:: AIM OF THE TASK ::
Only the lines below starting at the one containing "import numba" and ending at the one containing "(1997) data as" belong in the answer, each copied exactly.

(DATA PROVIDED)

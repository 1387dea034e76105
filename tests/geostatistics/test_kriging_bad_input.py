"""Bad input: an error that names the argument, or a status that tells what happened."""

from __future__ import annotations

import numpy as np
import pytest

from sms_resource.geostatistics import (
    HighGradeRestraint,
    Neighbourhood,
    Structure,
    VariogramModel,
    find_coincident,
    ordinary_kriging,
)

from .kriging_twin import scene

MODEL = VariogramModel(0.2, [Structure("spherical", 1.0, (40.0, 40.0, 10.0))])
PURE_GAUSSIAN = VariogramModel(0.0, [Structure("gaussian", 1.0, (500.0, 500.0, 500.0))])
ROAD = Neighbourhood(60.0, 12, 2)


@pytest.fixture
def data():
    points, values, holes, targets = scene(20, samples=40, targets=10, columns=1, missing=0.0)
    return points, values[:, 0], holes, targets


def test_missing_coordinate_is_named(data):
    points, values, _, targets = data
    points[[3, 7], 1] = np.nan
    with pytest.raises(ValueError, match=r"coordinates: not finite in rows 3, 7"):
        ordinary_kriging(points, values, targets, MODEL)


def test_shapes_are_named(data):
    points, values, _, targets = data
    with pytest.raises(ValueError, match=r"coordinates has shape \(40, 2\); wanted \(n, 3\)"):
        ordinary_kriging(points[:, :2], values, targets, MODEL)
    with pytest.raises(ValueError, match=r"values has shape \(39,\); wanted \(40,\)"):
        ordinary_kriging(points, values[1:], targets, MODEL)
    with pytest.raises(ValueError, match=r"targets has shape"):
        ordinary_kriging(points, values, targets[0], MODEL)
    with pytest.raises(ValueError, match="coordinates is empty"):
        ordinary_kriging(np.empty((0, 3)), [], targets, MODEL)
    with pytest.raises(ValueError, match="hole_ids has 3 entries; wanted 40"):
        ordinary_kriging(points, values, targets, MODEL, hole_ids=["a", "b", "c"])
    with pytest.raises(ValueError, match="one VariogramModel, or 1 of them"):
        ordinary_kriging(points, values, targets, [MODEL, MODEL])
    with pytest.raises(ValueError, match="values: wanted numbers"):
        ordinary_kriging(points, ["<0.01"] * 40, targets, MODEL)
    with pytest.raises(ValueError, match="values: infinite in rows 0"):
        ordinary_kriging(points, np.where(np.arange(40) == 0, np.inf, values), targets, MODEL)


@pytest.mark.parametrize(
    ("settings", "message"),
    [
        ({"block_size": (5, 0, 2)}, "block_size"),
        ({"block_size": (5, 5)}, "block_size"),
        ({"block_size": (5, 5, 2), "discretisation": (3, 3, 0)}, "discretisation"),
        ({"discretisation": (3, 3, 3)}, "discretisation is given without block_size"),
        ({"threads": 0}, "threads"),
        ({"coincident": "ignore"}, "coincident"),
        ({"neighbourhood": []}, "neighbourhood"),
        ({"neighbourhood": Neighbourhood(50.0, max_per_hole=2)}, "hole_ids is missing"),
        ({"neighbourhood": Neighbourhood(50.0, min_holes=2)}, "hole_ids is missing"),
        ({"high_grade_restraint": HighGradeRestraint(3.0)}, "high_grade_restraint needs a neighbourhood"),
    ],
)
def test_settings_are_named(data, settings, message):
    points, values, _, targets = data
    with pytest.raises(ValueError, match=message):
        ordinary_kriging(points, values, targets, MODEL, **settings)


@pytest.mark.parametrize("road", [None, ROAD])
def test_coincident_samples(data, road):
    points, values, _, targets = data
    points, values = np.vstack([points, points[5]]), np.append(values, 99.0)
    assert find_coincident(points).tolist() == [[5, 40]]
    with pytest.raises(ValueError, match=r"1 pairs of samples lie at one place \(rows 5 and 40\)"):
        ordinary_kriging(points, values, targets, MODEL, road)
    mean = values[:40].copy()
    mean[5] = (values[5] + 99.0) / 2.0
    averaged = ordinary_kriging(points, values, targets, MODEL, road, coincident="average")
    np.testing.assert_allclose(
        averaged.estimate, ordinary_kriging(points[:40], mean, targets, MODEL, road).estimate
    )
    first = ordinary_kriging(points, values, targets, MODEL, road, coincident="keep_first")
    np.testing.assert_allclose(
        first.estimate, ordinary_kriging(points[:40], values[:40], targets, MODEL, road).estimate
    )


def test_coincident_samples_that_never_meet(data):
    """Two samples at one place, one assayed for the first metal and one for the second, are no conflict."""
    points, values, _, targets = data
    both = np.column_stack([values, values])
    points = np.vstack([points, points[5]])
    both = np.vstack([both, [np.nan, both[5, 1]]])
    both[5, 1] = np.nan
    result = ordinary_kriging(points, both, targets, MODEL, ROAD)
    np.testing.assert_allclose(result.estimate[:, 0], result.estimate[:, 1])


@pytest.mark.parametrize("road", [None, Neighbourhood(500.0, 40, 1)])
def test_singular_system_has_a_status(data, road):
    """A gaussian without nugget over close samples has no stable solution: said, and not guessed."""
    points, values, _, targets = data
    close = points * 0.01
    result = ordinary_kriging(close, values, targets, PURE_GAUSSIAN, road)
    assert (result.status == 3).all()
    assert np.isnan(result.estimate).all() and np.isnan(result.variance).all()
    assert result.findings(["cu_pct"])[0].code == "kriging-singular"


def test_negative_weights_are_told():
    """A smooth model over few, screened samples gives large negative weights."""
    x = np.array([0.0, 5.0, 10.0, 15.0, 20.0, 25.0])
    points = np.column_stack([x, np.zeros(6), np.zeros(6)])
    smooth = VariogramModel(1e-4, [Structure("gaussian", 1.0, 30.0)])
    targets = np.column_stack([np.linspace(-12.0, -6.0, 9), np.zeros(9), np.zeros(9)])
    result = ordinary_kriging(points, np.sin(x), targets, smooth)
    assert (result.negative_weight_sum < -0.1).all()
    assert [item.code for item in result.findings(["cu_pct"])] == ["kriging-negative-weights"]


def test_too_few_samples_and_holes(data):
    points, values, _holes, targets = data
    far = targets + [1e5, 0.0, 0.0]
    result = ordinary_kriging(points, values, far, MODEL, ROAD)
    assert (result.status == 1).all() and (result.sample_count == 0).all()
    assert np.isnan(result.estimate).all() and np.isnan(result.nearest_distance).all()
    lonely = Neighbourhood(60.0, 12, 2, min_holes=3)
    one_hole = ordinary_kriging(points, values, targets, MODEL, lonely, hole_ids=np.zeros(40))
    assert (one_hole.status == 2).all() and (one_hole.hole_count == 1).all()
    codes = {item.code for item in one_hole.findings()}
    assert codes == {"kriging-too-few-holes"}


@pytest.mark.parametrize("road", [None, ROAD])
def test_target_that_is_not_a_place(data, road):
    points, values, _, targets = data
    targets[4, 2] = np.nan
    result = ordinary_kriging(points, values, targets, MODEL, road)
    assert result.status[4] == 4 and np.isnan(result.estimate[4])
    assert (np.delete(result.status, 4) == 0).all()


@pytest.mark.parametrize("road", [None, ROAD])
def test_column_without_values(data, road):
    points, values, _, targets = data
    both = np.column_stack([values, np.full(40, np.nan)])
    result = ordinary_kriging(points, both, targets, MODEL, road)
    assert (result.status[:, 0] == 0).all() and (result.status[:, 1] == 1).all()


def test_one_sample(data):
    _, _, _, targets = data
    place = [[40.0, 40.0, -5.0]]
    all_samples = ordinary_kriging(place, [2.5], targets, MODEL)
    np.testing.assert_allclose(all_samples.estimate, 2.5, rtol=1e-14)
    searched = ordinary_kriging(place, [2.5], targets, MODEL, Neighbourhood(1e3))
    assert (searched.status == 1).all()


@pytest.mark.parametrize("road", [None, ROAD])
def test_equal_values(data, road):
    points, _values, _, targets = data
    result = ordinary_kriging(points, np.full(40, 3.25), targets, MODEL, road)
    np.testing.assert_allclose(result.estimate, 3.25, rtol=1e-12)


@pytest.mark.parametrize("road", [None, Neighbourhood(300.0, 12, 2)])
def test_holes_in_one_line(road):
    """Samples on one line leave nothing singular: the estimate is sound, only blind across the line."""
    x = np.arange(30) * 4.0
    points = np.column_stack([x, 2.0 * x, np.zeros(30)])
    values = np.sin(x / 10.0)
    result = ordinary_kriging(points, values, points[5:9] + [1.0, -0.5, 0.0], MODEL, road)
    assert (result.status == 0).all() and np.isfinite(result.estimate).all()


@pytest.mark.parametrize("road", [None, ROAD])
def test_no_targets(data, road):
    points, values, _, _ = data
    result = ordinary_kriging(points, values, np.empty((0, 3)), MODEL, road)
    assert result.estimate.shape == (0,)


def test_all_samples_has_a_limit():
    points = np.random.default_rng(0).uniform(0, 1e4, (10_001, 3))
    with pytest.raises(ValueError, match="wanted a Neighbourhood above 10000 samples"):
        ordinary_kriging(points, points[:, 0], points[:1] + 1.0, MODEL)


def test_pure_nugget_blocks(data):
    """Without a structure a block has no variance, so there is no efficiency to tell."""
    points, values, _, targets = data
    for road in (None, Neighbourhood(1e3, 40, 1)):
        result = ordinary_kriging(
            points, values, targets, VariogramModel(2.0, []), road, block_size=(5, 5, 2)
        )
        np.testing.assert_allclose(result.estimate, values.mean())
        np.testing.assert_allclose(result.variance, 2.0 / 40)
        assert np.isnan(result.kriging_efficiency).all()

(End DATA PROVIDED)
(DATA PROVIDED)

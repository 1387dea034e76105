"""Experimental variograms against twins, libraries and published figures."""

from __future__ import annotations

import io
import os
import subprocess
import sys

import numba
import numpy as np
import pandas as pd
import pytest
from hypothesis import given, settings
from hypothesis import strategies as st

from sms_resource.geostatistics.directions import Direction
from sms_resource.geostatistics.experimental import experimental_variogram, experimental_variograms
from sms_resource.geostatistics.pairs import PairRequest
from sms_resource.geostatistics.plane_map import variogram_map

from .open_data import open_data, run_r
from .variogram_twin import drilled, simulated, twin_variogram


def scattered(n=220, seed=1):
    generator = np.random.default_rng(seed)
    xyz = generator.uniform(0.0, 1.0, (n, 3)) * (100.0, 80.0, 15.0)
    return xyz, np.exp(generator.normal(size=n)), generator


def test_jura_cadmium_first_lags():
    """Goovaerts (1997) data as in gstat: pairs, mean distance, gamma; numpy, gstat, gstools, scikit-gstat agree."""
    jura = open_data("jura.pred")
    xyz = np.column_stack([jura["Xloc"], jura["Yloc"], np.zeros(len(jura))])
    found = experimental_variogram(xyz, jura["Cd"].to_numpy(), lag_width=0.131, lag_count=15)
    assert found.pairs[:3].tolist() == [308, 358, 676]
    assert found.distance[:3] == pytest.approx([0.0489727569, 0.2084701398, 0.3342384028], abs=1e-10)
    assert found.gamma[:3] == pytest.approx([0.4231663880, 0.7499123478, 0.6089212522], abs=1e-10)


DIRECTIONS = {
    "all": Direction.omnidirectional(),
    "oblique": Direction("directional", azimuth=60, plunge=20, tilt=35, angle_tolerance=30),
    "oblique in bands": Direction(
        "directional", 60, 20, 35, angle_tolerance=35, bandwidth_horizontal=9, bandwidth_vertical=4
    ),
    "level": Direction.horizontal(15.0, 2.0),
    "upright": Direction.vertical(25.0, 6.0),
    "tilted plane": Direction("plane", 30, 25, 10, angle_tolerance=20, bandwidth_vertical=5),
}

(End DATA PROVIDED)

:: REPLY TO THE EXERCISE ::
import numba
import numpy as np
import pandas as pd
import pytest
from hypothesis import given, settings
from hypothesis import strategies as st

from sms_resource.geostatistics.directions import Direction
from sms_resource.geostatistics.experimental import experimental_variogram, experimental_variograms
from sms_resource.geostatistics.pairs import PairRequest
from sms_resource.geostatistics.plane_map import variogram_map

from .open_data import open_data, run_r
from .variogram_twin import drilled, simulated, twin_variogram


def scattered(n=220, seed=1):
    generator = np.random.default_rng(seed)
    xyz = generator.uniform(0.0, 1.0, (n, 3)) * (100.0, 80.0, 15.0)
    return xyz, np.exp(generator.normal(size=n)), generator


def test_jura_cadmium_first_lags():
    """Goovaerts (1997) data as in gstat: pairs, mean distance, gamma; numpy, gstat, gstools, scikit-gstat agree."""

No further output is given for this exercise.